[Items from a dataset]
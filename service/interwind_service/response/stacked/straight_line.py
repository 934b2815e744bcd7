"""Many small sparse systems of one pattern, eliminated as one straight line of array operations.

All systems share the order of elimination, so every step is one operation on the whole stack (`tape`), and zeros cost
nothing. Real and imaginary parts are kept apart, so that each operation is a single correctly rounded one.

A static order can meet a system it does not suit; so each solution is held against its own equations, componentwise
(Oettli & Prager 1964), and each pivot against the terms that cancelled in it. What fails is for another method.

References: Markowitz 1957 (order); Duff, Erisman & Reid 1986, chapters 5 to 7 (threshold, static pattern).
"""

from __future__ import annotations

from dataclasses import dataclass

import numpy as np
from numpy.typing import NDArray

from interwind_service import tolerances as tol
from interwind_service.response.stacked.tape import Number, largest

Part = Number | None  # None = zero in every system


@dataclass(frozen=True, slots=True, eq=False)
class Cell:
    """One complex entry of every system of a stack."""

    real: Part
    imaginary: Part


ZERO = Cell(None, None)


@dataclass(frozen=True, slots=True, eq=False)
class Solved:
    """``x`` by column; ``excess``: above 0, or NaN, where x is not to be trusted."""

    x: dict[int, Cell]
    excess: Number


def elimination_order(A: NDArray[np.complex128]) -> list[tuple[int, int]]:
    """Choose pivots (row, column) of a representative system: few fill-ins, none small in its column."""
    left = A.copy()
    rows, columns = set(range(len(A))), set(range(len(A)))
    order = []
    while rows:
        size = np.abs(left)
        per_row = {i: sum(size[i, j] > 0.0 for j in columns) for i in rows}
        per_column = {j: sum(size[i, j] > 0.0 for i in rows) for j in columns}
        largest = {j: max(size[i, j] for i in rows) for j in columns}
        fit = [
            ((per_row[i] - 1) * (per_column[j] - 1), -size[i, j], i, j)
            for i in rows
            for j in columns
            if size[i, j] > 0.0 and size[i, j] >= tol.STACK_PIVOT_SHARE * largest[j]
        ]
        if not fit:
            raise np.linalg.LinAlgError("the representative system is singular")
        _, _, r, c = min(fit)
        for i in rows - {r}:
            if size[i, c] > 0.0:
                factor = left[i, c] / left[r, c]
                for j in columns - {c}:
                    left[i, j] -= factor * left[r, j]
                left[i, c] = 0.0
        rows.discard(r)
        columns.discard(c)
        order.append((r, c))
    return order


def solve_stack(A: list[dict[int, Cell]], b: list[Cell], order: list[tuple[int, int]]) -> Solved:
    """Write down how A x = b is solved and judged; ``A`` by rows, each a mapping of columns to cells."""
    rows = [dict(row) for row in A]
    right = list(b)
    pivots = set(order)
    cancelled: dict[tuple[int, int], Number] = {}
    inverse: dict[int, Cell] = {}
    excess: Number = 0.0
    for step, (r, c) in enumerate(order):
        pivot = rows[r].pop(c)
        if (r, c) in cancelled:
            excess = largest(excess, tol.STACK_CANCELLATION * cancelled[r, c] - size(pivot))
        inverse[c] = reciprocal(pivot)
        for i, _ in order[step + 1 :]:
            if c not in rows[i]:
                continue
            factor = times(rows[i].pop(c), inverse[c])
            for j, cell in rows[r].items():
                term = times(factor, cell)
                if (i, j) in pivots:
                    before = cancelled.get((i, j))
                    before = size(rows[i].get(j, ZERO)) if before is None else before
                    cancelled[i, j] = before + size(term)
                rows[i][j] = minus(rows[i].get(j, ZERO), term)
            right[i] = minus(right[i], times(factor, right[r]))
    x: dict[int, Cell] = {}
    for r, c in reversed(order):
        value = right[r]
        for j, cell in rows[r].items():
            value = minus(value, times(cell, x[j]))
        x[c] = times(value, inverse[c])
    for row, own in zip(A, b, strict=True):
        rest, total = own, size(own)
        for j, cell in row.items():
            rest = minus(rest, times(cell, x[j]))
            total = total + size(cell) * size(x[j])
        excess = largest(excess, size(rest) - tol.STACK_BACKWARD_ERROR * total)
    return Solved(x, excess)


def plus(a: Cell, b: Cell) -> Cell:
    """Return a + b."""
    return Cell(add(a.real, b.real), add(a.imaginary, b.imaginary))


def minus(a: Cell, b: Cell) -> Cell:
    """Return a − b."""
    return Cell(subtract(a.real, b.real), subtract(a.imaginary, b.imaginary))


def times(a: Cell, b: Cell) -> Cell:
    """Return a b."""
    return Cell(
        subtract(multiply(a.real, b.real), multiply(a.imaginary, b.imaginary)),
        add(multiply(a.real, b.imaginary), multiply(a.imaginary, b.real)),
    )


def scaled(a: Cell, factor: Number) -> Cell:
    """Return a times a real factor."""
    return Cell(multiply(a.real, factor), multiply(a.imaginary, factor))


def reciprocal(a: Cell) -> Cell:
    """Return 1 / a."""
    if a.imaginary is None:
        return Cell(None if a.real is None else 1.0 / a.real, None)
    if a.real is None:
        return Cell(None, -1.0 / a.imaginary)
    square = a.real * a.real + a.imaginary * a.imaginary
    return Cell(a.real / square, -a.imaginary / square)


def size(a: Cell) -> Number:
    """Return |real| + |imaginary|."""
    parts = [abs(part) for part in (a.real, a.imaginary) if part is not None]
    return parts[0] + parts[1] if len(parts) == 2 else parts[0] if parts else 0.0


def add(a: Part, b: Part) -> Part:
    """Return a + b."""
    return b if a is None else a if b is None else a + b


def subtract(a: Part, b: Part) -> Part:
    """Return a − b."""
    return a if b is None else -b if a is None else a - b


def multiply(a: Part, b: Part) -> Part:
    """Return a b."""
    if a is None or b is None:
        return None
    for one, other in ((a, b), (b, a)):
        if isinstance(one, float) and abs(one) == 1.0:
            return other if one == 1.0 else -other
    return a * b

==

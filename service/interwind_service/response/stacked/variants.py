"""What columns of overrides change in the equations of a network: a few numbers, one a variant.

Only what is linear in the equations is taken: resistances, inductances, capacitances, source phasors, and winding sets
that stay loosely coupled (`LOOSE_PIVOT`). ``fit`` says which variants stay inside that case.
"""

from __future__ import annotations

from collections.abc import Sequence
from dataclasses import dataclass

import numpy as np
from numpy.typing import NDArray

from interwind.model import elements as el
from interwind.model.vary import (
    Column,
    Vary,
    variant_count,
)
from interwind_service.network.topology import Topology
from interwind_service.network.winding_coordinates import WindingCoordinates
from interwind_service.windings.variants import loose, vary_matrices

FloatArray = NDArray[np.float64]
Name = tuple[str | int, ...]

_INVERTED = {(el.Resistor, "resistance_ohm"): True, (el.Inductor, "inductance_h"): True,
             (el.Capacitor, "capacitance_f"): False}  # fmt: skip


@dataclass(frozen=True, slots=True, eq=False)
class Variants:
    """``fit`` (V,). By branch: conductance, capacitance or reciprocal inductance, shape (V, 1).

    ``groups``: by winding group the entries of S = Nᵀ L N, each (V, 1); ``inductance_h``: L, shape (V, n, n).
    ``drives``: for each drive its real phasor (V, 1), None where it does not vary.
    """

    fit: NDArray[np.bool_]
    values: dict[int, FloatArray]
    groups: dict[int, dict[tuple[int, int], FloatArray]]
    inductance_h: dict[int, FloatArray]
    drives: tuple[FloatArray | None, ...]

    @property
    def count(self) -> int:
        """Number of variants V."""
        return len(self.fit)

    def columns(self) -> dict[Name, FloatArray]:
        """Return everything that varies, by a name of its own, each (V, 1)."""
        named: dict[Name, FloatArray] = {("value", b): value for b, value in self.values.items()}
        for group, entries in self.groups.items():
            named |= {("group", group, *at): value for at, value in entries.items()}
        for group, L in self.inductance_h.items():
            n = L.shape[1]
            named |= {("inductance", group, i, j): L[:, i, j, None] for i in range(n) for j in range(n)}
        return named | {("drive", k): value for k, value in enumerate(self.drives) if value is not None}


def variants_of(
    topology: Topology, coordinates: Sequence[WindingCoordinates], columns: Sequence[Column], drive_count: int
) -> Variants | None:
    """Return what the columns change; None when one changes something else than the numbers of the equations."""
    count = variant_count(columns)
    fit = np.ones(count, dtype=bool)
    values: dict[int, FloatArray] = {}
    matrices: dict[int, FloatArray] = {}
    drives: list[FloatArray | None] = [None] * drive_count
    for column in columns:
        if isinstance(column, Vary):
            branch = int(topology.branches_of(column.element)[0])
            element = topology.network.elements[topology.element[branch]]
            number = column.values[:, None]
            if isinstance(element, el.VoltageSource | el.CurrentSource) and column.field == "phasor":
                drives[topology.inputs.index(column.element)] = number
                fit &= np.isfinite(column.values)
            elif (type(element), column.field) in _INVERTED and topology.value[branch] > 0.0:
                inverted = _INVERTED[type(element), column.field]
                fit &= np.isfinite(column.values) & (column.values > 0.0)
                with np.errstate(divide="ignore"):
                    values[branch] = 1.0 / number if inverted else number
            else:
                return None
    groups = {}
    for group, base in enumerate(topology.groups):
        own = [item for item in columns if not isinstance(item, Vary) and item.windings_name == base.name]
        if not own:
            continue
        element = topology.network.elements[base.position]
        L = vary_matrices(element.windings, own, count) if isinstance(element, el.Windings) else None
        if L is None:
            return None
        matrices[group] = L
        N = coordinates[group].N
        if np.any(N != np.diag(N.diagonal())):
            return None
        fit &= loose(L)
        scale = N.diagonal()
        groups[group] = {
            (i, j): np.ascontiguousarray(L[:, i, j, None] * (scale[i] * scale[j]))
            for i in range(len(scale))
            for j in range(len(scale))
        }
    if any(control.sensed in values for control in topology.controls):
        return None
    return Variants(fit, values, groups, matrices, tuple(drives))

— About this exercise —
Show all lines in the entries above where the string "inverse" appears.

— Written solution —
    inverse: dict[int, Cell] = {}
        inverse[c] = reciprocal(pivot)
            factor = times(rows[i].pop(c), inverse[c])
        x[c] = times(value, inverse[c])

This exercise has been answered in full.